19. Dynamic Airspace Configuration and Traffic Flow Management Integration • Objective: • Study interaction between airspace configuration and traffic flow management. • Approach: • Integration using data and ACES simulations. • Key Finding: • TFM delay can be determined as a function of number of sectors. • Sectors can be designed to reduce delays due to mismatch between demand and capacity.

20. System-Wide Weather Effect Study • Objective: • Establish weather affected baseline data for common scenario days. • Determine yearly weather delays for current day operations. • Assess the ability of Separation-Assurance, Traffic Flow Management and Dynamic Airspace Configuration to reduce delay in the presence of weather. • Approach: • 17 days of traffic, wind, weather, AAR/ADR, FAA data from 2006 collected. • Traffic volume: low and high • Weather: light, moderate and severe • Average arrival delay with 2006, 2018 and 2025 assumed traffic and capacities computed.

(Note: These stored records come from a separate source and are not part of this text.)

describe('trees that look safe by their labels alone', () => {
  const documentSays = (steps: Step[]) => {
    const parsed = parseTree(treeJson(steps));
    return parsed.ok ? '' : parsed.faults.map((f) => `${f.step ?? 'head'}|${f.key}|${f.message}`).join('\n');
  };
  it('fit a clip under the name of a link that is still in', () => {
    const link = fit('link', { id: 'wire', name: 'link', class: 'link', area: 'part' }, 'clip');
    const clipped = fit('clip', { id: 'wire', name: 'clip', class: 'clip', area: 'clip', point: 'each-rail' }, 'lamp');
    expect(documentSays([...ready('link'), link, clipped, lamp('lamp', 'abort')])).toMatch(/link\|fits\.0\.id\|"wire" is also fitted as something else/);
  });
  it('fit it in a called tree', () => {
    const inner = treeOf([dead('safe', 'clip'), fit('clip', { id: 'wire', name: 'clip', class: 'clip', area: 'clip', point: 'each-rail' }, 'done')], { id: 'inner' });
    const tree = treeOf([look('d1'), dead('d1', 'link'), fit('link', { id: 'wire', name: 'link', class: 'link', area: 'part' }, 'go'), { ...dead('go', 'done'), tree: 'inner', exits: [{ id: 'both', on: ['done', 'refer'], to: 'done' }] }]);
    expect(proofOf(tree, benchProfile, [makeDeadTree, inner]).rules.find((r) => r.id === 'H4')?.story).toMatch(/“wire” is fitted as one thing here and as another elsewhere/);
  });
  it('feed a part “alone” behind a lead that is no lead', () => {
    const fed = bench('feed', 'abort', { node: 'part', lead: 'rail-clips', mostVolts: 5 });
    expect(documentSays([look('d1'), dead('d1', 'clip'), clip('feed'), fed])).toMatch(/feed\|lead\|"rail-clips" is no lifted lead/);
  });
  it('test a trip through a part that is no series part', () => {
    expect(documentSays([...ready('clip'), clip('bench'), bench('bench', 'trip', { node: 'rail', rail: 'p5', mostVolts: 6.8 }), step('prove-trip', 'trip', 'abort', { contact: 'probe', probe: 'hand', rail: 'p5', series: 'rail-clips', ceilingVolts: 6.8 }, 'abort')])).toMatch(/trip\|series\|"rail-clips" is no series part/);
  });
  it.each([
    ['a check', step('measure', 'm', 'done', { contact: 'probe', probe: 'hand', quantity: 'volts-dc', limit: { is: 'below', high: 4 }, exits: [{ id: 'in', on: ['in', 'low', 'high', 'reversed'], to: 'done', verdict: 'find', reason: 'A question' }, { id: 'what', on: ['close', 'not-sure', 'cannot'], to: 'done', verdict: 'find', reason: 'A question' }] }), /"what" calls an unsure answer a find/],
    ['an act', hands('m', 'done', { exits: [{ id: 'good', on: ['done'], to: 'done' }, { id: 'other', on: ['not-sure', 'cannot'], to: 'done', verdict: 'fail' }] }), /"other" calls an unsure answer a failure/],
  ])('call an unsure answer of %s something else', (_, unsure, message) => {
    expect(documentSays([look('d1'), dead('d1', 'm'), unsure])).toMatch(message);
  });
  it('raise the lamp to full mains, past the countersign of the first full power', () => {
    const up = step('raise', 'up', 'abort', { contact: 'none', source: 'mains', through: 'mains', node: 'inlet', load: 'none', mostVolts: 230, mostAmps: 2, longestMinutes: 10, abort: 'abort' }, 'abort');
    const proof = proofOf(treeOf([...passed('again'), lamp('again', 'up'), up]));
    expect(proof.rules.filter((r) => !r.holds).map((r) => r.id)).toEqual(['H20']);
  });
  it('call a lamp that limits nothing a limited first power', () => {
    // 120 VA on the plate: a lamp of up to 240 W limits it (series lamp sheet, common practice, no source)
    const through = (watts: number) => rulesOf(treeOf([...ready('lamp'), lamp('lamp', 'abort', { lampWatts: watts })]));
    expect(through(240)).toEqual([]);
    expect(through(1000)).toEqual(['H6']);
  });
  it('feed a rail that has no trip with more than it may have', () => {
    const bare: Profile = { ...benchProfile, rails: benchProfile.rails.map((r) => ({ ...r, trip: null })) };
    const feed = (volts: number) => rulesOf(treeOf([...ready('feed'), bench('feed', 'abort', { node: 'rail', rail: 'p5', mostVolts: volts })]), bare);
    expect(feed(6.6)).toEqual(['H9']);
    expect(feed(5.2)).toEqual([]);
  });
  it('trim the regulator with the boards in', () => {
    const boards: Profile = { ...benchProfile, outOfMachine: false };
    const trim = step('do', 'trim', 'done', { contact: 'probe', trims: 'regulator' });
    expect(rulesOf(treeOf([look('d1'), dead('d1', 'trim'), trim]), boards)).toContain('H9');
    expect(rulesOf(treeOf([look('d1'), dead('d1', 'trim'), trim]))).toEqual([]);
  });
  it('clip an earthed scope to the bulk capacitor of a switch-mode supply', () => {
    const switcher: Profile = { ...benchProfile, supplyKind: 'switch-mode' };
    const scope = (point: string) => fit('scope', { id: 'scope', name: 'scope', class: 'clip', area: 'clip', earthed: true, point }, 'done');
    const onScope = (point: string, profile: Profile) => rulesOf(treeOf([look('d1'), dead('d1', 'scope'), scope(point)]), profile);
    expect(onScope('raw', switcher)).toEqual(['H8']);
    expect(onScope('each-store', switcher)).toEqual(['H8']);
    expect(onScope('t5', switcher)).toEqual([]);
    expect(onScope('raw', benchProfile)).toEqual([]);
  });
  it('try again and again', () => {
    const again = (n: number) => rulesOf(treeOf([look('see'), observe('see', 'done', { exits: [{ id: 'good', label: 'Good', on: ['answer'], to: 'done' }, { id: 'unsure', on: ['not-sure', 'cannot'], to: 'see', atMost: n, then: 'refer' }] })]));
    expect(again(4)).toEqual(['H16']);
    expect(again(3)).toEqual([]);
  });
  it('raise in a called tree what its caller has put in', () => {
    const up = step('raise', 'up', 'done', { contact: 'none', source: 'bench', through: 'bench', node: 'raw', load: 'none', mostVolts: 12, mostAmps: 1, longestMinutes: 5, abort: 'abort' }, 'abort');
    const inner = treeOf([up], { id: 'inner' });
    const tree = treeOf([...ready('feed'), bench('feed', 'go'), { ...dead('go', 'abort'), tree: 'inner', exits: [{ id: 'both', on: ['done', 'refer'], to: 'abort' }] }]);
    expect(proofOf(tree, benchProfile, [makeDeadTree, inner]).rules.find((r) => r.id === 'H19')?.story).toMatch(/only reads a source that was in at its call/);
  });
  it('call a tree that is not for this machine', () => {
    const other = treeOf([dead('safe', 'done')], { id: 'other', appliesTo: { protectiveClasses: ['II'], supplyKinds: ['linear'], fewestRails: 1, mostRails: 6 } });
    const tree = treeOf([look('go'), { ...dead('go', 'done'), tree: 'other', exits: [{ id: 'done', on: ['done'], to: 'done' }] }]);
    expect(proofOf(tree, benchProfile, [makeDeadTree, other]).rules.find((r) => r.id === 'H19')?.story).toMatch(/does not apply here: it is for protective class II/);
  });
});
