import { expect, phone, test } from './fixtures';

test.describe('the running product', () => {
  test('answers again on the same address after its server was killed, and whoever looks in sees the client', async ({ stack, openDevice }) => {
    const page = await openDevice({ viewport: phone });
    await page.goto('/sign-in');
    const signIn = page.getByRole('button', { name: 'Sign in' });
    await expect(signIn).toBeVisible();

    await stack.killServer();
    await expect(page.request.get('/healthz').catch((error: unknown) => String(error))).resolves.toMatch(/ECONNREFUSED/);
    await stack.startServer();
    expect((await page.request.get('/readyz')).ok()).toBe(true);
    await page.reload();
    await expect(signIn).toBeVisible();
  });
});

21. Common Scenario Generation • Current Day (2006) • Cluster Analysis • NAS Data Gathering • Database Generation • NAS state data • NAS weather data • NAS wind data • Airport Capacity and State • VAMS • ASPM • JPDO-SMAD + ASPM + VAMS • Airport Taxi Times • VAMS • ASPM • JPDO-SMAD + ASPM + VAMS • Expanded ACES Airport database • Most frequently used terminal area configurations • Runway modeled airports (FAA Metro 7 airports) • Added aircraft types • Terminal Area Transit Times • Data Gathering • Updated ACES transit times • Sector Enhancements for use with ACES • 2006 and 2007 Sector models • Correction of “Gaps and Overlaps” laterally and vertically • Alignment of sector boundaries • Oceanic coverage • Demand Generation (TAF 2008) • 1.0x, 1.1x (NGIP (2018)), 1.2x (NextGen (2025)), 1.5x, 2.0x, 2.5x, and 3.0x. • Unconstrained version of demand • Constrained (time shifted) version of demand • NGIP (2018) configuration • NextGen (2025) configuration

22. Parting Thoughts ACES development driven by research needs; Ideas from research being folded into ACES. Validation based on data and not just software; emphasis on plotting, visualization, analysis with large datasets. Results produced by ACES are reasonable. ACES is faster and more stable. ACES has higher fidelity models (surface, terminal area trajectory, separation assurance).